Tuesday, May 16, 2006

Why Tell Awful Stories?

I lost my twins at 18 weeks due to a twin related condition. In the first few months after my loss I cautioned newly pregnant ladies with twins that they may not stay pregnant with twins and that "something" could happen. I did this for two reasons: I felt like I would have been better prepared if I had known that my risk was SO much higher, and I wanted the mother-to-be to know what the warning signs were and the early treatment - lots of times doctors overlook things or tell us we are worry-warts, espcecially in twin pregnancies.

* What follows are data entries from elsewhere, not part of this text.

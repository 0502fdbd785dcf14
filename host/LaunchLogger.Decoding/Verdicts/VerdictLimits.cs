namespace LaunchLogger.Decoding.Verdicts;

/// <summary>The thresholds the judge applies. Defaults are our own choices for club testing,
/// stated so that users can argue with them.</summary>
public sealed record VerdictLimits
{
    /// <summary>The defaults.</summary>
    public static VerdictLimits Default { get; } = new();

    /// <summary>|grade| above which a run is doubtful, %.</summary>
    public double DoubtfulGradePercent { get; init; } = 1.0;

    /// <summary>|grade| above which a run is invalid, %.</summary>
    public double InvalidGradePercent { get; init; } = 3.0;

    /// <summary>Share of wide-bracket observations above which a run is doubtful.</summary>
    public double WideBracketFraction { get; init; } = 0.02;

    /// <summary>Difference between the box's rollout mark and ours above which a run is doubtful, s.</summary>
    public double RolloutDisagreementS { get; init; } = 0.010;

    /// <summary>Wheelspin on the pickup wheel longer than this makes a run doubtful, s.</summary>
    public double WheelspinS { get; init; } = 0.05;
}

However, it seems I am not alone. All the time pregnant ladies are being told horror stories of labor and/or pregnancy. Labors that last 30 hours and end in C-section, the mother barely making it. This rarely happens however the abundance of these stories makes it seem that everyone has complications. Also, these stories don't seem to serve any purpose. It just scares the dickens out of the mother.

I am hoping to shed some light on to why these horrible and scary stories are told. First of all the storyteller is hopefully trying to prevent another horror story from happening - by spreading the knowledge, just as we hear of SIDs stories, perhaps more babies and mothers will be saved.

Also, there is quite a bit of jealousy (understandably) from loss moms. We were so terrified and still are so terrified of the worse happening. I'm 26 weeks and have just begun to research strollers. I won't buy anything until 32 weeks. It would be so nice to have a baby shower, no worries, indulge in frivolity and fun of opening gifts. So when we see other moms doing it - anytime before the 3rd trimester we are jealous. It would be so nice to be innocent again and think that losses happen to 'other people'. I had no idea that babies could die after you saw a heartbeat. I was blissfully ignorant with my first 2 kids. But now I know. I know that even now, at 26 weeks, counting kicks isn't enough.

Hope that sheds some light on to why people tell these awful stories. I know its hard to hear them and that you worry about it for a long time afterwards - but it is so important for us to tell them; to validate our children, to bring purpose to their lives, to hopefully prevent another woman's heart from breaking.